MoCa : Un pré-entraînement continu adapté aux modalités pour de meilleures représentations multimodales bidirectionnelles
MoCa: Modality-aware Continual Pre-training Makes Better Bidirectional Multimodal Embeddings
June 29, 2025
Auteurs: Haonan Chen, Hong Liu, Yuping Luo, Liang Wang, Nan Yang, Furu Wei, Zhicheng Dou
cs.AI
Résumé
Les modèles d'embedding multimodaux, basés sur des modèles vision-langage (VLM) causaux, ont montré des résultats prometteurs dans diverses tâches. Cependant, les approches actuelles présentent trois limitations majeures : l'utilisation de l'attention causale dans les architectures VLM est sous-optimale pour les tâches d'embedding ; des problèmes de scalabilité dus à la dépendance envers des données appariées de haute qualité pour l'apprentissage contrastif ; et une diversité limitée dans les objectifs d'entraînement et les données.

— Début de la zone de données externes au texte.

import { Navigate, useNavigate, useSearchParams } from 'react-router-dom';
import { AuthLayout } from '@/components/layouts/auth-layout';
import { TextLink } from '@/components/ui/text-link';
import { paths } from '@/config/paths';
import { useMe } from '@/features/auth/api/get-me';
import { SignInForm } from '@/features/auth/components/sign-in-form';
import { safeNext } from '@/lib/safe-next';

export function SignInRoute() {
  const [params] = useSearchParams();
  const navigate = useNavigate();
  const me = useMe();
  const destination = safeNext(params.get('next'));

  // Already signed in (or just signed in): go where the visitor was headed.
  if (me.data) return <Navigate to={destination} replace />;

  return (
    <AuthLayout
      title="Sign in"
      description="Welcome back to the yard."
      footer={
        <>
          <p>
            <TextLink to={paths.auth.forgotPassword.getHref()}>Forgot your password?</TextLink>
          </p>
          <p>
            New here? <TextLink to={paths.auth.register.getHref()}>Create an account</TextLink>
          </p>
        </>
      }
    >
      <SignInForm onSuccess={() => navigate(destination, { replace: true })} />
    </AuthLayout>
  );
}
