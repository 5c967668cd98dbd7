import { describe, expect, it, vi } from 'vitest';
import { z } from 'zod';
import { api, ApiError, apiRequest, fieldErrorsOf } from './api-client';

function stubFetch(response: Response | (() => Promise<Response>)) {
  const fetchMock = vi.fn(typeof response === 'function' ? response : async () => response);
  vi.stubGlobal('fetch', fetchMock);
  return fetchMock;
}

const json = (status: number, body: unknown) =>
  new Response(JSON.stringify(body), { status, headers: { 'Content-Type': 'application/json' } });

async function caught(promise: Promise<unknown>): Promise<ApiError> {
  try {
    await promise;
  } catch (error) {
    expect(error).toBeInstanceOf(ApiError);
    return error as ApiError;
  }
  throw new Error('expected the request to fail');
}

describe('apiRequest', () => {
  it('when the server answers with the error shape, then an ApiError carries its status, code, message and details', async () => {
    const details = { fieldErrors: { email: ['Enter a valid e-mail address'] } };
    stubFetch(json(400, { error: { code: 'validation_failed', message: 'Check the highlighted fields.', details } }));

    const error = await caught(api.post('/api/auth/register', { email: 'x' }));

    expect(error.status).toBe(400);
    expect(error.code).toBe('validation_failed');
    expect(error.message).toBe('Check the highlighted fields.');
    expect(error.details).toEqual(details);
    expect(fieldErrorsOf(error)).toEqual({ email: ['Enter a valid e-mail address'] });
  });

  it('when a 401 comes back, then the code and message are the server’s', async () => {
    stubFetch(json(401, { error: { code: 'unauthenticated', message: 'E-mail or password is wrong.' } }));
    const error = await caught(api.post('/api/auth/login', {}));
    expect(error).toMatchObject({ status: 401, code: 'unauthenticated', message: 'E-mail or password is wrong.' });
  });

  it('when a proxy answers 502 with HTML, then a generic internal ApiError is thrown', async () => {
    stubFetch(new Response('<html>Bad gateway</html>', { status: 502, headers: { 'Content-Type': 'text/html' } }));
    const error = await caught(api.get('/api/auth/me'));
    expect(error).toMatchObject({ status: 502, code: 'internal' });
    expect(error.message).toMatch(/went wrong/);
  });

  it('when a 429 has no error body, then the code falls back to rate_limited', async () => {
    stubFetch(new Response('', { status: 429 }));
    const error = await caught(api.post('/api/auth/login', {}));
    expect(error).toMatchObject({ status: 429, code: 'rate_limited' });
  });

  it('when the body is JSON but not the error shape, then the status fallback is used', async () => {
    stubFetch(json(404, { message: 'nope' }));
    const error = await caught(api.get('/api/nothing'));
    expect(error).toMatchObject({ status: 404, code: 'not_found' });
  });

  it('when the network fails, then an ApiError with status 0 and code network_error is thrown', async () => {
    stubFetch(async () => {
      throw new TypeError('Failed to fetch');
    });
    const error = await caught(api.get('/api/auth/me'));
    expect(error).toMatchObject({ status: 0, code: 'network_error' });
  });

  it('when the request is aborted, then the AbortError passes through unchanged', async () => {
    stubFetch(async () => {
      throw new DOMException('The operation was aborted.', 'AbortError');
    });
    await expect(api.get('/api/auth/me')).rejects.toMatchObject({ name: 'AbortError' });
  });

  it('when the reply is 204, then the result is undefined', async () => {
    stubFetch(new Response(null, { status: 204 }));
    await expect(api.post('/api/auth/logout')).resolves.toBeUndefined();
  });

  it('when a body is sent, then it goes as JSON with same-origin credentials', async () => {
    const fetchMock = stubFetch(json(200, { ok: true }));
    await apiRequest('/api/auth/login', { method: 'POST', body: { email: 'a@example.test', password: 'pw' } });

    const [url, init] = fetchMock.mock.calls[0] as unknown as [string, RequestInit];
    expect(url).toBe('/api/auth/login');
    expect(init.method).toBe('POST');
    expect(init.credentials).toBe('same-origin');
    expect(init.body).toBe(JSON.stringify({ email: 'a@example.test', password: 'pw' }));
    expect(init.headers).toMatchObject({ 'Content-Type': 'application/json', Accept: 'application/json' });
  });

  it('when a schema is given and the reply matches, then the parsed value is returned', async () => {
    stubFetch(json(200, { user: { id: 'u1' }, extra: true }));
    const reply = await api.get('/api/x', { schema: z.object({ user: z.object({ id: z.string() }) }) });
    expect(reply).toEqual({ user: { id: 'u1' } });
  });

  it('when a schema is given and the reply does not match, then code invalid_response is thrown', async () => {
    stubFetch(json(200, { user: { id: 42 } }));
    const error = await caught(api.get('/api/x', { schema: z.object({ user: z.object({ id: z.string() }) }) }));
    expect(error).toMatchObject({ status: 200, code: 'invalid_response' });
  });
});

describe('fieldErrorsOf', () => {
  it('when the error has no field errors, then an empty object is returned', () => {
    expect(fieldErrorsOf(new ApiError({ status: 401, code: 'unauthenticated', message: 'x' }))).toEqual({});
    expect(fieldErrorsOf(new Error('plain'))).toEqual({});
  });

  it('when field errors hold non-strings, then only the strings are kept', () => {
    const error = new ApiError({ status: 400, code: 'validation_failed', message: 'x', details: { fieldErrors: { a: ['one', 2], b: 'bad' } } });
    expect(fieldErrorsOf(error)).toEqual({ a: ['one'] });
  });
});
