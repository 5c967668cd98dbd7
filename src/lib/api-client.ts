import type { z } from 'zod';
import { apiErrorBodySchema } from '@shared/errors';
import { env } from '@/config/env';

/** A failed API call. `status` 0 means the request never got an HTTP answer (offline, DNS, aborted proxy). */
export class ApiError extends Error {
  readonly status: number;
  readonly code: string;
  readonly details: unknown;

  constructor(init: { status: number; code: string; message: string; details?: unknown }) {
    super(init.message);
    this.name = 'ApiError';
    this.status = init.status;
    this.code = init.code;
    this.details = init.details;
  }
}

export function isApiError(error: unknown): error is ApiError {
  return error instanceof ApiError;
}

/** `details.fieldErrors` of a validation reply, or an empty object. */
export function fieldErrorsOf(error: unknown): Record<string, string[]> {
  if (!isApiError(error) || typeof error.details !== 'object' || error.details === null) return {};
  const fieldErrors = (error.details as { fieldErrors?: unknown }).fieldErrors;
  if (typeof fieldErrors !== 'object' || fieldErrors === null) return {};
  const out: Record<string, string[]> = {};
  for (const [field, messages] of Object.entries(fieldErrors)) {
    if (Array.isArray(messages)) out[field] = messages.filter((m): m is string => typeof m === 'string');
  }
  return out;
}

// Used when the server (or a proxy in front of it) answers without our error shape.
const fallbackByStatus: Record<number, { code: string; message: string }> = {
  400: { code: 'validation_failed', message: 'The request was not accepted.' },
  401: { code: 'unauthenticated', message: 'Please sign in.' },
  403: { code: 'forbidden', message: 'You are not allowed to do that.' },
  404: { code: 'not_found', message: 'Not found.' },
  409: { code: 'conflict', message: 'That conflicts with the current state.' },
  413: { code: 'payload_too_large', message: 'That upload is too large.' },
  429: { code: 'rate_limited', message: 'Too many attempts. Wait a little and try again.' },
  503: { code: 'service_unavailable', message: 'The service is unavailable. Try again shortly.' },
};

async function errorFromResponse(response: Response): Promise<ApiError> {
  let body: unknown;
  try {
    body = await response.json();
  } catch {
    body = undefined;
  }
  const parsed = apiErrorBodySchema.safeParse(body);
  if (parsed.success) {
    const { code, message, details } = parsed.data.error;
    return new ApiError({ status: response.status, code, message, details });
  }
  const fallback = fallbackByStatus[response.status] ?? {
    code: response.status >= 500 ? 'internal' : 'http_error',
    message: response.status >= 500 ? 'Something went wrong on our side. Try again.' : `Request failed (${response.status}).`,
  };
  return new ApiError({ status: response.status, ...fallback });
}

export type RequestOptions<T> = {
  method?: 'GET' | 'POST' | 'PUT' | 'PATCH' | 'DELETE';
  body?: unknown;
  signal?: AbortSignal;
  /** When given, the reply is checked against it; a mismatch throws ApiError code 'invalid_response'. */
  schema?: z.ZodType<T>;
  headers?: Record<string, string>;
};

/** The one fetch wrapper: JSON in and out, same-origin cookies, typed errors. */
export async function apiRequest<T = unknown>(path: string, options: RequestOptions<T> = {}): Promise<T> {
  const { method = 'GET', body, signal, schema, headers = {} } = options;
  const init: RequestInit = {
    method,
    credentials: 'same-origin',
    headers: { Accept: 'application/json', ...headers },
    signal,
  };
  if (body !== undefined) {
    init.body = JSON.stringify(body);
    (init.headers as Record<string, string>)['Content-Type'] = 'application/json';
  }

  let response: Response;
  try {
    response = await fetch(`${env.VITE_API_BASE_URL}${path}`, init);
  } catch (error) {
    // Let cancellation through untouched so TanStack Query treats it as a cancel, not a failure.
    if (error instanceof DOMException && error.name === 'AbortError') throw error;
    throw new ApiError({ status: 0, code: 'network_error', message: 'Could not reach Drabyard. Check your connection and try again.' });
  }

  if (!response.ok) throw await errorFromResponse(response);
  if (response.status === 204 || response.status === 205) return undefined as T;

  const text = await response.text();
  let data: unknown = undefined;
  if (text !== '') {
    try {
      data = JSON.parse(text);
    } catch {
      throw new ApiError({ status: response.status, code: 'invalid_response', message: 'The server sent a reply we could not read.' });
    }
  }
  if (!schema) return data as T;
  const checked = schema.safeParse(data);
  if (!checked.success) {
    throw new ApiError({
      status: response.status,
      code: 'invalid_response',
      message: 'The server sent a reply we did not expect.',
      details: { issues: checked.error.issues },
    });
  }
  return checked.data;
}

type Opts<T> = Omit<RequestOptions<T>, 'method' | 'body'>;

export const api = {
  get: <T = unknown>(path: string, opts?: Opts<T>) => apiRequest<T>(path, { ...opts, method: 'GET' }),
  post: <T = unknown>(path: string, body?: unknown, opts?: Opts<T>) => apiRequest<T>(path, { ...opts, method: 'POST', body }),
  put: <T = unknown>(path: string, body?: unknown, opts?: Opts<T>) => apiRequest<T>(path, { ...opts, method: 'PUT', body }),
  patch: <T = unknown>(path: string, body?: unknown, opts?: Opts<T>) => apiRequest<T>(path, { ...opts, method: 'PATCH', body }),
  delete: <T = unknown>(path: string, opts?: Opts<T>) => apiRequest<T>(path, { ...opts, method: 'DELETE' }),
};
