import { describe, expect, it } from 'vitest';
import {
  checkConditionGrade,
  conditionCodes,
  conditions,
  describeCondition,
  isAgedStock,
  isCondition,
  isOriginal,
  isPeriodManufacture,
  meetsGrade,
  rubberUseCodes,
  rubberUses,
  usedGradeCodes,
  usedGrades,
  type Condition,
} from './conditions';

describe('conditions', () => {
  it('when listing every condition, then each has a label and an explanation paragraph', () => {
    for (const code of conditionCodes) {
      expect(conditions[code].code).toBe(code);
      expect(conditions[code].label.length).toBeGreaterThan(2);
      expect(conditions[code].explanation.length).toBeGreaterThan(80);
    }
  });

  it('when asking which conditions are original, then NOS, used, rebuilt and core are and NORS and reproduction are not', () => {
    const originals = conditionCodes.filter((c) => isOriginal(c));
    expect(originals).toEqual(['nos', 'used_original', 'rebuilt', 'core']);
  });

  it('when asking which conditions are period manufacture, then only reproduction is not', () => {
    expect(conditionCodes.filter((c) => !isPeriodManufacture(c))).toEqual(['reproduction']);
  });

  it('when asking which conditions are aged stock, then rebuilt and reproduction are not', () => {
    expect(conditionCodes.filter((c) => isAgedStock(c))).toEqual(['nos', 'nors', 'used_original', 'core']);
  });

  it('when given an unknown condition, then a clear error is thrown', () => {
    expect(() => isOriginal('mint' as Condition)).toThrow(/Unknown listing condition: "mint"/);
    expect(isCondition('mint')).toBe(false);
    expect(isCondition('nos')).toBe(true);
  });
});

describe('used-original grades', () => {
  it('when listing the grades, then there are five, ranked 1 to 5 in order, each explained', () => {
    expect(usedGradeCodes.map((g) => usedGrades[g].rank)).toEqual([1, 2, 3, 4, 5]);
    for (const g of usedGradeCodes) expect(usedGrades[g].explanation.length).toBeGreaterThan(40);
  });

  it('when a used original has no grade, then the check asks for one', () => {
    expect(checkConditionGrade('used_original', undefined)).toMatchObject({ ok: false, code: 'grade_required' });
    expect(checkConditionGrade('used_original', 'honest')).toEqual({ ok: true });
  });

  it('when a non-used condition carries a grade, then the check refuses it', () => {
    expect(checkConditionGrade('nos', 'ready')).toMatchObject({ ok: false, code: 'grade_not_allowed' });
    expect(checkConditionGrade('reproduction', null)).toEqual({ ok: true });
  });

  it('when describing a graded used original, then the grade label follows the condition label', () => {
    expect(describeCondition('used_original', 'weathered')).toBe('Used original: Weathered');
    expect(describeCondition('nors')).toBe('New old replacement stock (NORS)');
  });

  it('when comparing grades, then a better or equal grade meets the minimum and a worse one does not', () => {
    expect(meetsGrade('ready', 'honest')).toBe(true);
    expect(meetsGrade('honest', 'honest')).toBe(true);
    expect(meetsGrade('donor', 'hard_used')).toBe(false);
  });
});

describe('rubber use options', () => {
  it('when listing rubber use options, then serviceable and display-only are explained', () => {
    expect(rubberUseCodes).toEqual(['serviceable', 'display_only']);
    expect(rubberUses.display_only.label).toMatch(/display/i);
    expect(rubberUses.display_only.explanation).toMatch(/ages even unused/);
  });
});
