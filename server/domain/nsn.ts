/**
 * National Stock Numbers.
 * source: NATO Codification System, via REFERENCES.md — NSN = Federal Supply Class (4 digits) + NIIN
 * (9 digits), printed 1234-56-789-0123; NIIN = 2-digit National Codification Bureau code + 7 digits;
 * the first two FSC digits are the Federal Supply Group.
 */
import { supplyClassName, supplyGroupName } from './standards/supply-classes';

export const NCB_SOURCE = 'NATO codification publications, via REFERENCES.md';

/** National Codification Bureau codes -> country. source: NATO codification publications, via REFERENCES.md */
export const ncbCountries: Readonly<Record<string, string>> = {
  '00': 'United States',
  '01': 'United States',
  '12': 'Germany',
  '13': 'Belgium',
  '14': 'France',
  '15': 'Italy',
  '20': 'Canada',
  '21': 'Canada',
  '22': 'Denmark',
  '30': 'Japan',
  '66': 'Australia',
  '99': 'United Kingdom',
};

export interface Nsn {
  /** The 13 digits, no separators. */
  digits: string;
  /** Printed form 1234-56-789-0123. */
  formatted: string;
  fsc: string;
  fsg: string;
  niin: string;
  ncb: string;
  country: string | null;
  supplyClassName: string | null;
  supplyGroupName: string | null;
  /** Things worth telling the person that do not make the number invalid. */
  warnings: Array<'unknown_supply_class' | 'unknown_ncb'>;
}

export type NsnErrorCode = 'empty' | 'non_digit' | 'wrong_length';

export class NsnError extends Error {
  override readonly name = 'NsnError';
  constructor(
    readonly code: NsnErrorCode,
    message: string,
  ) {
    super(message);
  }
}

export type NsnResult = { ok: true; value: Nsn } | { ok: false; error: NsnError };

/** Parses an NSN typed in any shape: 13 digits with or without hyphens, spaces or dots, optional "NSN" prefix. */
export function parseNsn(input: string): NsnResult {
  const s = input.trim().replace(/^NSN[:\s]*/i, '');
  if (s === '') return { ok: false, error: new NsnError('empty', 'Type the 13 digits of the stock number.') };
  const bad = s.replace(/[\s\-.]/g, '').match(/[^0-9]/);
  if (bad) {
    return {
      ok: false,
      error: new NsnError('non_digit', `A stock number has digits only; "${bad[0]}" is not a digit.`),
    };
  }
  const digits = s.replace(/[^0-9]/g, '');
  if (digits.length !== 13) {
    const hint = digits.length === 9 ? ' Nine digits look like a NIIN alone: add the 4-digit supply class.' : '';
    return {
      ok: false,
      error: new NsnError('wrong_length', `A stock number has 13 digits; this one has ${digits.length}.${hint}`),
    };
  }
  const fsc = digits.slice(0, 4);
  const niin = digits.slice(4);
  const ncb = niin.slice(0, 2);
  const fsg = fsc.slice(0, 2);
  const country = Object.hasOwn(ncbCountries, ncb) ? ncbCountries[ncb] : null;
  const className = supplyClassName(fsc);
  const warnings: Nsn['warnings'] = [];
  if (className === null) warnings.push('unknown_supply_class');
  if (country === null) warnings.push('unknown_ncb');
  return {
    ok: true,
    value: {
      digits,
      formatted: `${fsc}-${niin.slice(0, 2)}-${niin.slice(2, 5)}-${niin.slice(5)}`,
      fsc,
      fsg,
      niin,
      ncb,
      country,
      supplyClassName: className,
      supplyGroupName: supplyGroupName(fsg),
      warnings,
    },
  };
}

/** Formats as 1234-56-789-0123; throws NsnError on invalid input. */
export function formatNsn(input: string): string {
  const r = parseNsn(input);
  if (!r.ok) throw r.error;
  return r.value.formatted;
}

export function isNsn(input: string): boolean {
  return parseNsn(input).ok;
}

Pour résoudre ces problèmes, nous proposons MoCa, un cadre en deux étapes pour transformer des VLM pré-entraînés en modèles d'embedding multimodaux bidirectionnels efficaces. La première étape, le pré-entraînement continu avec prise en compte des modalités, introduit un objectif de reconstruction conjointe qui débruite simultanément les entrées entrelacées de texte et d'images, améliorant le raisonnement contextuel bidirectionnel. La deuxième étape, le fine-tuning contrastif hétérogène, exploite des données multimodales diversifiées et sémantiquement riches au-delà des simples paires image-légende pour améliorer la généralisation et l'alignement. Notre méthode aborde les limitations mentionnées en introduisant une attention bidirectionnelle via le pré-entraînement continu, en s'adaptant efficacement à des ensembles de données non labellisées massives grâce aux objectifs de reconstruction conjointe, et en utilisant des données multimodales variées pour renforcer la robustesse des représentations. Les expériences démontrent que MoCa améliore systématiquement les performances sur les benchmarks MMEB et ViDoRe-v2, établissant de nouveaux records, et montre une forte scalabilité tant en termes de taille de modèle que de données d'entraînement sur MMEB.
English
Multimodal embedding models, built upon causal Vision Language Models (VLMs),
have shown promise in various tasks. However, current approaches face three key
limitations: the use of causal attention in VLM backbones is suboptimal for
embedding tasks; scalability issues due to reliance on high-quality labeled
paired data for contrastive learning; and limited diversity in training
objectives and data. To address these issues, we propose MoCa, a two-stage
framework for transforming pre-trained VLMs into effective bidirectional
multimodal embedding models. The first stage, Modality-aware Continual
Pre-training, introduces a joint reconstruction objective that simultaneously
denoises interleaved text and image inputs, enhancing bidirectional
context-aware reasoning. The second stage, Heterogeneous Contrastive
Fine-tuning, leverages diverse, semantically rich multimodal data beyond simple
image-caption pairs to enhance generalization and alignment. Our method
addresses the stated limitations by introducing bidirectional attention through
continual pre-training, scaling effectively with massive unlabeled datasets via
joint reconstruction objectives, and utilizing diverse multimodal data for
enhanced representation robustness. Experiments demonstrate that MoCa
consistently improves performance across MMEB and ViDoRe-v2 benchmarks,
achieving new state-of-the-art results, and exhibits strong scalability with
both model size and training data on MMEB.